<<<<

/**
 * Seeded test configurations: uniform and clustered snapshots in rectangular boxes, ionic crystals as
 * signed-mass cells. Everything is deterministic (engine/util/random), so a failing case reproduces exactly.
 */
import { type Box, boxMake, demoSnapshot, randomSeeded } from '../../engine/index';

export interface Snapshot {
  readonly positions: Float64Array;
  readonly masses: Float64Array;
  readonly box: Box;
}

/** N particles uniform in the box; masses (1 ± spread/2)·M/N with the given spread (0: equal masses). */
export function snapshotUniform(n: number, seed: number, sides: [number, number, number], totalMass = 1, spread = 0): Snapshot {
  const rand = randomSeeded(seed);
  const positions = new Float64Array(3 * n);
  for (let i = 0; i < n; i++) for (let d = 0; d < 3; d++) positions[3 * i + d] = rand() * sides[d];
  const masses = new Float64Array(n);
  let sum = 0;
  for (let i = 0; i < n; i++) sum += masses[i] = 1 + spread * (rand() - 0.5);
  for (let i = 0; i < n; i++) masses[i] *= totalMass / sum;
  return { positions, masses, box: boxMake(...sides) };
}

/**
 * The engine's clustered demo snapshot (knots and a filament, unit cube) stretched axis by axis onto the
 * box: a periodic configuration stays periodic under the stretch. Masses sum to totalMass.
 */
export function snapshotClustered(n: number, seed: number, sides: [number, number, number], totalMass = 1): Snapshot {
  const demo = demoSnapshot(n, seed);
  const positions = new Float64Array(3 * n);
  for (let i = 0; i < n; i++) for (let d = 0; d < 3; d++) positions[3 * i + d] = demo.positions[3 * i + d] * sides[d];
  const masses = demo.masses.map((m) => m * totalMass);
  return { positions, masses, box: boxMake(...sides) };
}

/** Shifts every position by a vector (no wrapping: the engine wraps). */
export function snapshotTranslated(s: Snapshot, shift: [number, number, number]): Snapshot {
  const positions = s.positions.map((x, k) => x + shift[k % 3]);
  return { positions, masses: s.masses, box: s.box };
}

/** A cubic-box snapshot and its copy shifted by L along z, in the box L×L×2L. */
export function snapshotStackedZ(s: Snapshot): Snapshot {
  const n = s.masses.length;
  const positions = new Float64Array(6 * n);
  positions.set(s.positions);
  for (let i = 0; i < n; i++) {
    positions[3 * (n + i)] = s.positions[3 * i];
    positions[3 * (n + i) + 1] = s.positions[3 * i + 1];
    positions[3 * (n + i) + 2] = s.positions[3 * i + 2] + s.box.lz;
  }
  const masses = new Float64Array(2 * n);
  masses.set(s.masses);
  masses.set(s.masses, n);
  return { positions, masses, box: boxMake(s.box.lx, s.box.ly, 2 * s.box.lz) };
}

export interface Crystal extends Snapshot {
  /** Nearest-neighbour (cation–anion) distance. */
  readonly r0: number;
}

/** Builds a crystal from a basis (fractions of the cubic cell, with charges) repeated reps³ times. */
function crystalBuild(a: number, basis: [number, number, number, number][], r0OverA: number, reps: number, offset: [number, number, number]): Crystal {
  const n = basis.length * reps ** 3;
  const positions = new Float64Array(3 * n);
  const masses = new Float64Array(n);
  let p = 0;
  for (let ix = 0; ix < reps; ix++) for (let iy = 0; iy < reps; iy++) for (let iz = 0; iz < reps; iz++) {
    for (const [fx, fy, fz, q] of basis) {
      positions[3 * p] = (ix + fx + offset[0]) * a;
      positions[3 * p + 1] = (iy + fy + offset[1]) * a;
      positions[3 * p + 2] = (iz + fz + offset[2]) * a;
      masses[p++] = q;
    }
  }
  return { positions, masses, box: boxMake(reps * a), r0: r0OverA * a };
}

const FCC: [number, number, number][] = [[0, 0, 0], [0, 0.5, 0.5], [0.5, 0, 0.5], [0.5, 0.5, 0]];

/** Rock salt (NaCl): cation fcc + anion fcc shifted by (½,0,0)a; r0 = a/2. 8 ions per cubic cell. */
export function crystalRockSalt(a = 1, reps = 1, offset: [number, number, number] = [0, 0, 0]): Crystal {
  const basis = [...FCC.map(([x, y, z]) => [x, y, z, 1]), ...FCC.map(([x, y, z]) => [x + 0.5, y, z, -1])] as [number, number, number, number][];
  return crystalBuild(a, basis, 0.5, reps, offset);
}

/** Caesium chloride (CsCl): cation at (0,0,0), anion at (½,½,½)a; r0 = (√3/2)a. 2 ions per cubic cell. */
export function crystalCaesiumChloride(a = 1, reps = 1, offset: [number, number, number] = [0, 0, 0]): Crystal {
  return crystalBuild(a, [[0, 0, 0, 1], [0.5, 0.5, 0.5, -1]], Math.sqrt(3) / 2, reps, offset);
}

/** Zinc blende (ZnS): cation fcc + anion fcc shifted by (¼,¼,¼)a; r0 = (√3/4)a. 8 ions per cubic cell. */
export function crystalZincBlende(a = 1, reps = 1, offset: [number, number, number] = [0, 0, 0]): Crystal {
  const basis = [...FCC.map(([x, y, z]) => [x, y, z, 1]), ...FCC.map(([x, y, z]) => [x + 0.25, y + 0.25, z + 0.25, -1])] as [number, number, number, number][];
  return crystalBuild(a, basis, Math.sqrt(3) / 4, reps, offset);
}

>>>>

- **EXERCISE GOAL**
With the line that has "for (let ix" as the first and the line that has "const FCC: [number, number, number][]" as the last, repeat exactly that run of lines above and no more.

- **RESPONSE**
  for (let ix = 0; ix < reps; ix++) for (let iy = 0; iy < reps; iy++) for (let iz = 0; iz < reps; iz++) {
    for (const [fx, fy, fz, q] of basis) {
      positions[3 * p] = (ix + fx + offset[0]) * a;
      positions[3 * p + 1] = (iy + fy + offset[1]) * a;
      positions[3 * p + 2] = (iz + fz + offset[2]) * a;
      masses[p++] = q;
    }
  }
  return { positions, masses, box: boxMake(reps * a), r0: r0OverA * a };
}

const FCC: [number, number, number][] = [[0, 0, 0], [0, 0.5, 0.5], [0.5, 0, 0.5], [0.5, 0.5, 0]];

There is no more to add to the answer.